# [EXERCISE DIRECTIONS]
Produce all the records again exactly as they stand.

# [INFORMATION SHOWN]
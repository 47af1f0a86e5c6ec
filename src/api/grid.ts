// Time grids: the API's grid (ISO epochs, step in s) -> the solver's TT epochs.
import { ProblemError } from '../errors.js';
import { regularGrid, regularGridCount } from '../solver/core/grid.js';
import { roundToMicrosecond } from '../solver/core/math.js';
import type { TimeGrid } from '../schemas/grid.js';
import { epochTT } from './epoch.js';

/**
 * The sample epochs of a validated grid (in its timeSystem), refusing more than `max` before
 * allocating anything. A regular grid is written into the memory `lend(n)` gives when it gives n
 * numbers (a long track's arena, src/routes/track.ts).
 */
export function gridEpochs(grid: TimeGrid, max: number, lend?: (n: number) => Float64Array | undefined): Float64Array {
  const system = grid.timeSystem ?? 'UTC';
  if (grid.times) {
    if (grid.times.length > max) {
      throw new ProblemError('too-many-samples', `${grid.times.length} times asked; the maximum is ${max} samples`, { errors: [{ path: 'body.grid.times', message: `more than ${max} samples` }] });
    }
    return Float64Array.from(grid.times, (t) => epochTT(t, system));
  }
  const [start, stop] = [epochTT(grid.start!, system), epochTT(grid.stop!, system)];
  const count = regularGridCount(start, stop, grid.step!);
  // Written so that a NaN count is refused too; nothing is allocated before this check.
  if (!(count <= max)) {
    const asked = Number.isFinite(count) ? `the grid has ${count} samples` : `a step of ${grid.step} s gives more samples than a double counts`;
    throw new ProblemError('too-many-samples', `${asked}; the maximum is ${max} (use a longer step or a shorter span)`, { errors: [{ path: 'body.grid.step', message: `gives more than ${max} samples` }] });
  }
  // Sampled on the microsecond, the resolution the epochs are printed with (start + k step rarely falls on one).
  const epochs = regularGrid(start, stop, grid.step!, lend);
  for (let i = 0; i < epochs.length; i++) epochs[i] = roundToMicrosecond(epochs[i]!);
  return epochs;
}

# [SOLUTION BELOW]
repository 47af1f0a86e5c6ec
filename src/api/grid.ts
// Time grids: the API's grid (ISO epochs, step in s) -> the solver's TT epochs.
import { ProblemError } from '../errors.js';
import { regularGrid, regularGridCount } from '../solver/core/grid.js';
import { roundToMicrosecond } from '../solver/core/math.js';
import type { TimeGrid } from '../schemas/grid.js';
import { epochTT } from './epoch.js';

/**
 * The sample epochs of a validated grid (in its timeSystem), refusing more than `max` before
 * allocating anything. A regular grid is written into the memory `lend(n)` gives when it gives n
 * numbers (a long track's arena, src/routes/track.ts).
 */
export function gridEpochs(grid: TimeGrid, max: number, lend?: (n: number) => Float64Array | undefined): Float64Array {
  const system = grid.timeSystem ?? 'UTC';
  if (grid.times) {
    if (grid.times.length > max) {
      throw new ProblemError('too-many-samples', `${grid.times.length} times asked; the maximum is ${max} samples`, { errors: [{ path: 'body.grid.times', message: `more than ${max} samples` }] });
    }
    return Float64Array.from(grid.times, (t) => epochTT(t, system));
  }
  const [start, stop] = [epochTT(grid.start!, system), epochTT(grid.stop!, system)];
  const count = regularGridCount(start, stop, grid.step!);
  // Written so that a NaN count is refused too; nothing is allocated before this check.
  if (!(count <= max)) {
    const asked = Number.isFinite(count) ? `the grid has ${count} samples` : `a step of ${grid.step} s gives more samples than a double counts`;
    throw new ProblemError('too-many-samples', `${asked}; the maximum is ${max} (use a longer step or a shorter span)`, { errors: [{ path: 'body.grid.step', message: `gives more than ${max} samples` }] });
  }
  // Sampled on the microsecond, the resolution the epochs are printed with (start + k step rarely falls on one).
  const epochs = regularGrid(start, stop, grid.step!, lend);
  for (let i = 0; i < epochs.length; i++) epochs[i] = roundToMicrosecond(epochs[i]!);
  return epochs;
}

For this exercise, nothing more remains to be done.